#### What you should do
What lines in the entries below contain the word "PointRecord"? Copy all of them.

(Extracted records)
* * * * * * * * *
//! Design answers kept in the results folder: whether a point meets the yield target, what it
//! costs (area, current, power, energy), and paired differences between sweep points.
//!
//! - **Pass rule** (conservative): a point passes when the low end of the two-sided Wilson
//!   score interval (E. B. Wilson, JASA 22, 1927) of the share of chips reaching the accuracy
//!   target, at the stated confidence, is at least the yield target (`yield_lo >= yield`). The
//!   low end of a two-sided interval at confidence c is a one-sided bound at (1 + c) / 2.
//! - **Paired differences** between adjacent sweep points (`differences.csv`): with paired
//!   dies, d_c = acc(point b, die c) - acc(point a, die c); mean, sample standard deviation and a
//!   Student t interval mean ± t_{n-1} s / sqrt(n) (any statistics handbook). With independent
//!   dies the interval is Welch's (unequal variances, Welch-Satterthwaite degrees of freedom).
//!   `independent_dies` says how many dies per point two independent populations would need for
//!   the same precision: n (var_a + var_b) / var(d).

use serde::{Deserialize, Serialize};

use crate::results::{fmt, PointRecord, PointSummary};

/// What a point costs (SI units), recorded with the point.
#[derive(Clone, Debug, PartialEq, Serialize, Deserialize)]
pub struct PointCost {
    /// Sum of W L over every device.
    pub gate_area_m2: f64,
    /// Gate area x layout overhead.
    pub area_m2: f64,
    /// Static supply current (biases + weight-stage currents at the test set's mean input).
    pub supply_current_a: f64,
    /// Supply current x supply voltage.
    pub power_w: f64,
    /// Read-out time of a DC evaluation, s (the transient's mean decision time is used instead
    /// when there is one).
    pub read_out_time_s: f64,
}

/// Columns appended to `points.csv` after the population statistics.
pub const DESIGN_COLUMNS: [&str; 9] = [
    "yield_target",
    "pass",
    "yield_margin",
    "gate_area_m2",
    "area_m2",
    "supply_current_a",
    "power_w",
    "decision_time_s",
    "energy_per_decision_j",
];

/// Does a point pass? `Some(yield_lo - target)` is its margin (pass when >= 0).
pub fn yield_margin(rec: &PointRecord, s: &PointSummary) -> Option<f64> {
    rec.yield_target.map(|t| s.yield_lo - t)
}

/// The decision time a point's energy uses: the transient's mean, else the read-out time.
pub fn decision_time(rec: &PointRecord, s: &PointSummary) -> Option<f64> {
    s.decision_time_mean_s
        .or_else(|| rec.cost.as_ref().map(|c| c.read_out_time_s))
}

/// The `points.csv` cells of [`DESIGN_COLUMNS`] for one point (empty = not recorded).
pub fn design_cells(rec: &PointRecord, s: &PointSummary) -> Vec<String> {
    let margin = yield_margin(rec, s);
    let opt = |v: Option<f64>| v.map(fmt).unwrap_or_default();
    let c = rec.cost.as_ref();
    let t = decision_time(rec, s);
    vec![
        opt(rec.yield_target),
        margin
            .map(|m| if m >= 0.0 { "1" } else { "0" }.to_string())
            .unwrap_or_default(),
        opt(margin),
        opt(c.map(|c| c.gate_area_m2)),
        opt(c.map(|c| c.area_m2)),
        opt(c.map(|c| c.supply_current_a)),
        opt(c.map(|c| c.power_w)),
        opt(c.and(t)),
        opt(c.and_then(|c| t.map(|t| c.power_w * t))),
    ]
}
* * * * * * * * *
#### Solved exercise
use crate::results::{fmt, PointRecord, PointSummary};
pub fn yield_margin(rec: &PointRecord, s: &PointSummary) -> Option<f64> {
pub fn decision_time(rec: &PointRecord, s: &PointSummary) -> Option<f64> {
pub fn design_cells(rec: &PointRecord, s: &PointSummary) -> Vec<String> {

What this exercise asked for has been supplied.